Arterio-venous Fistula Clinical Trial
Official title:
End-to-side Versus Side-to-side Anastomosis With Distal Vein Ligation for Arteriovenous Fistula Creation: a Randomized Controlled Study
End-stage renal disease (ESRD) arises from many heterogeneous disease pathways that alter the function and structure of the kidney irreversibly, over months or years.End-stage renal disease (ESRD) arises from many heterogeneous disease pathways that alter the function and structure of the kidney irreversibly, over months or years. Haemodialysis (HD) is a lifeline therapy for patients with ESRD. Our study to compare methods of AVF creation, side to side and end to side . This randomized controlled trial .
End-to-side versus side-to-side anastomosis with distal vein ligation for arteriovenous
fistula creation: A prospective randomized controlled study
Introduction: Arteriovenous fistula (AVF) is the lifeline for patients with chronic renal
failure on hemodialysis. The international guidelines recommend patient's referral for access
replacement 6 months prior to predicted hemodialysis. The sites being preferred for access
replacement are distal arm AVF, proximal arm AVF, basilic vein transposition or graft
insertion, respectively (1) Meticulous preoperative assessment and patient selection play
great role in achieving functioning AVF with long term patency. AVF maintenance always
requires multi-disciplinary approach, with surgeons, nephrologist, dialysis nurses and the
patients themselves working hand in hand. Any break in this circle will lead to failure of
the AVF, and consequently, failure of hemodialysis. Surgical technique is of paramount
importance for long term patency of AVF. There is an ongoing debate about the best technique
to do the anastomosis between the artery and the vein; end to side, or side to side. This
issue was addressed by very few randomized controlled studies (2,3,4).

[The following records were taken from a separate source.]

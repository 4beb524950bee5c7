"""What is drawn over time: which quantities, in which unit, with which limits.

Each function takes a recording and returns panels, one above the other in a plot; an empty list
says that the run holds nothing of the kind.
"""

from __future__ import annotations

import warnings
from dataclasses import dataclass
from typing import Any

import numpy as np

from chainsim.analysis.chain_motion import chain_speed, excursion, sag
from chainsim.analysis.ride import ball_acceleration
from chainsim.analysis.survey import survey
from chainsim.analysis.tensions import strand_ends

LEANING = 0.1
"""Sideways share of a chord from which a strand counts as leaning [dimensionless]."""

DEMANDED = "demanded"
"""Label of the curve that the drive was asked to follow."""


@dataclass(frozen=True)
class Curve:
    """One line over time.

    Attributes
    ----------
    label : str
        Name in the legend; empty where the panel has only this one.
    values : ndarray, shape (n_samples,)
        In the unit of the panel; NaN where there is none.
    """

    label: str
    values: np.ndarray


@dataclass(frozen=True)
class Limit:
    """A level that a quantity is judged against.

    Attributes
    ----------
    value : float
        In the unit of the panel.
    label : str
        What it is.
    """

    value: float
    label: str


@dataclass(frozen=True)
class Panel:
    """One pair of axes over time.

    Attributes
    ----------
    title : str
        What is shown.
    quantity, unit : str
        Label of the vertical axis.
    curves : tuple of Curve
        The lines.
    limits : tuple of Limit
        The levels.
    """

    title: str
    quantity: str
    unit: str
    curves: tuple[Curve, ...]
    limits: tuple[Limit, ...] = ()


def _over_slots(values: np.ndarray, largest: bool) -> np.ndarray:
    """Return the largest or smallest of the slots that are in use, shape (n_samples,)."""
    with warnings.catch_warnings():
        warnings.simplefilter("ignore", RuntimeWarning)  # no slot in use: NaN is the answer
        return np.nanmax(values, axis=1) if largest else np.nanmin(values, axis=1)


def tension_panels(rec: Any) -> list[Panel]:
    """Tension at both ends of every strand [N], averaged over one tooth passage."""
    s = survey(rec)
    panels = []
    for k, strand in enumerate(s.strands):
        ends = strand_ends(s, k)
        curves = (
            Curve(f"at {s.sprocket_names[strand.start]}", ends.start),
            Curve(f"at {s.sprocket_names[strand.end]}", ends.end),
        )
        limits = (Limit(rec.scenario.limits.slack_tension, "slack"),) if strand.carrying else ()
        panels.append(Panel(strand_title(strand), "tension", "N", curves, limits))
    return panels


def strand_title(strand: Any) -> str:
    """Return the name of a strand with its role."""
    return f"{'carrying strand' if strand.carrying else 'strand'} {strand.name}"


def excursion_panels(rec: Any) -> list[Panel]:
    """Sideways excursion of every strand from its straight line, both ways [mm]."""
    s = survey(rec)
    clearance = rec.scenario.limits.clearance
    limits = []
    if clearance.outward is not None:
        limits.append(Limit(1e3 * clearance.outward, "clearance outward"))
    if clearance.inward is not None:
        limits.append(Limit(-1e3 * clearance.inward, "clearance inward"))
    panels = []
    for k, strand in enumerate(s.strands):
        found = excursion(s, k)
        curves = (Curve("outward", 1e3 * found.outward), Curve("inward", -1e3 * found.inward))
        shown = tuple(limits) if strand.carrying else ()
        panels.append(Panel(strand_title(strand), "excursion", "mm", curves, shown))
    return panels


def sag_panels(rec: Any) -> list[Panel]:
    """Sag below the chord of every strand that leans [mm]; an upright one has none."""
    s = survey(rec)
    panels = []
    for k, strand in enumerate(s.strands):
        chord = s.center[0, strand.end] - s.center[0, strand.start]
        if abs(chord[0]) > LEANING * np.linalg.norm(chord):
            curve = Curve("", 1e3 * sag(s, k))
            panels.append(Panel(strand_title(strand), "sag", "mm", (curve,)))
    return panels


def ride_panels(rec: Any) -> list[Panel]:
    """Chain speed [m/s], and accelerations at the balls [m/s2]."""
    curves = [Curve("chain", chain_speed(rec))]
    if "drive/set_speed" in rec:
        curves.append(Curve(DEMANDED, rec["drive/set_speed"]))
    panels = [Panel("chain speed", "speed", "m/s", tuple(curves))]
    acceleration = ball_acceleration(rec)
    if acceleration is not None and np.isfinite(acceleration).any():
        largest = [_over_slots(np.abs(acceleration[:, :, k]), largest=True) for k in (0, 1)]
        panels.append(
            Panel(
                "largest acceleration at any carried ball, mean over a sample",
                "acceleration",
                "m/s²",
                (Curve("across the link", largest[0]), Curve("along the link", largest[1])),
            )
        )
    return panels


def seat_panels(rec: Any) -> list[Panel]:
    """Smallest seat reserve of all carried balls [m s-2]."""
    reserve = usable(rec, "balls/seat_reserve")
    if reserve is None:
        return []
    curve = Curve("", _over_slots(reserve, largest=False))
    limits = (Limit(0.0, "the seat gives way"),)
    return [
        Panel("smallest seat reserve of all carried balls", "reserve", "m/s²", (curve,), limits)
    ]


def drive_panels(rec: Any) -> list[Panel]:
    """Torque [N m], power [W] and current [A] of the drive."""
    panels = [Panel("drive torque", "torque", "N m", (Curve("", rec["drive/torque"]),))]
    if "drive/power" in rec:
        panels.append(Panel("mechanical power", "power", "W", (Curve("", rec["drive/power"]),)))
    current = usable(rec, "drive/current")
    if current is not None:
        panels.append(Panel("motor current", "current", "A", (Curve("", current),)))
    return panels


def takeup_panels(rec: Any) -> list[Panel]:
    """Travel of every sprocket that can move [mm]."""
    if "mounts/travel" not in rec:
        return []
    panels = []
    for k, sprocket in enumerate(rec.scenario.sprocket):
        if sprocket.mount.kind in ("fixed", "screwed"):
            continue
        stops = getattr(sprocket.mount, "stops", None) or ()
        limits = tuple(Limit(1e3 * stop, "stop") for stop in stops)
        curve = Curve("", 1e3 * rec["mounts/travel"][:, k])
        panels.append(Panel(f"take-up {sprocket.name}", "travel", "mm", (curve,), limits))
    return panels


def seating_panels(rec: Any) -> list[Panel]:
    """How high engaged pins ride over their seats [mm], and seats skipped."""
    if "sprockets/ride_height" not in rec:
        return []
    names = [s.name for s in rec.scenario.sprocket]
    height, skip = rec["sprockets/ride_height"], rec["sprockets/skip"]
    return [
        Panel(
            "highest engaged pin over its seat",
            "height",
            "mm",
            tuple(Curve(name, 1e3 * height[:, k]) for k, name in enumerate(names)),
        ),
        Panel(
            "chain through the sprocket less its rotation",
            "difference",
            "seats",
            tuple(Curve(name, skip[:, k]) for k, name in enumerate(names)),
            (Limit(1.0, "a seat skipped"), Limit(-1.0, "a seat skipped")),
        ),
    ]


def axle_panels(rec: Any) -> list[Panel]:
    """Load on every axle [N]."""
    load = np.linalg.norm(rec["sprockets/force"], axis=-1)
    curves = tuple(Curve(s.name, load[:, k]) for k, s in enumerate(rec.scenario.sprocket))
    return [Panel("load of the chain on each axle", "load", "N", curves)]


def usable(rec: Any, name: str) -> np.ndarray | None:
    """Return a channel, None where it is missing or holds no number at all."""
    if name not in rec:
        return None
    values = np.asarray(rec[name], dtype=float)
    return values if np.isfinite(values).any() else None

Aim of the study: To compare the results of both surgical techniques for creation of
arteriovenous anastomosis; End vein to side artery (ETS) versus Side vein to side artery
(STS).
Patients and Methods
- Study location: Study protocol will be submitted for approval by Mansoura medical
research ethics committee, faculty of medicine, Mansoura University.
- Study design: This is Prospective Randomized controlled trials that is going to be
conducted at in department of vascular surgery Mansoura University Hospitals
- Time of study: The study will be conducted during the year 2017-2019.
- Study population: Study population will be on Patients referred to Vascular surgery
department for creation of Hemodialysis access. Patients will be advised to undergo
elective surgery for AVF once their renal Glomerular Filtration Rate Estimated (eGFR) is
less than 15 ml/min.
- Inclusion criteria: All renal failure patients requiring creation of arm AVF, including
distal Radio-cephalic, Ulno-basilic, proximal brachio-cephalic or brachio-basilic
configurations
- Exclusion criteria: Revision AVF, Synthetic graft AVF or lower limb AVF, Patients with
absent distal pulses and chronic ischemia of the upper limb and Recent cannulation of
puncture of the vein within 2 weeks before its use in AVF creation.
- Primary End Point: Primary patency of Arterio-venous Fistula and Functional Maturation,
ready fistula for cannulation, vein length at least 10 cm, diameter more than 6 mm,
depth not more than 6 mm and ability of the access to deliver a flow rate 350 to
400ml/min and maintain dialysis for 4 hours.
- Secondary End Points: Secondary patency, Complication rate failure of maturation,
bleeding, infection, steel syndrome and aneurysmal dilatation at anastomosis site
- Target number for recruitment: 50 patients in each group.
- Pre-operative assessment: All patients will undergo clinical assessment as well as
routine duplex scan for marking of artery and a patent vein suitable for creation of
AVF, with a minimum vein diameter of 2.5 mm for distal fistula and 3 mm for proximal
ones.
- Method of Randomization: Computer based randomization.
- Surgical technique: Patients can have the procedure under general, local anesthetic or
regional block according to suitability and patients' preference. Mobilization of the
suitable artery and vein, creation of fistula using 6/0 prolene for anastomosis in
continuous sutures, either ETS or STS with ligation of the distal end of the vein.
Arteriotomy size will range from 7 to 10 mm for proximal AVF and from 12 to 15 mm for
distal AVF, according to the size of the artery.
- Sites sharing in the study: Mansoura University Hospital
- Post-operative follow-up: Review in clinic on day 6, week 6, months 3 & 6, Duplex scan
for assessment of flow in 6 weeks, 3 and 6 months.
Statistical analysis: The data was analyzed using Statistical Package for the Social
Sciences. The Significant difference between the flow rate volume in both groups (continuous
variable) will be verified by a two-sample test between the two groups. The data analyzed
using Cochrane and ANOVA test. Categorical demographic variables were expressed as a
proportion of the population and compared with a two-tailed Fisher's exact test.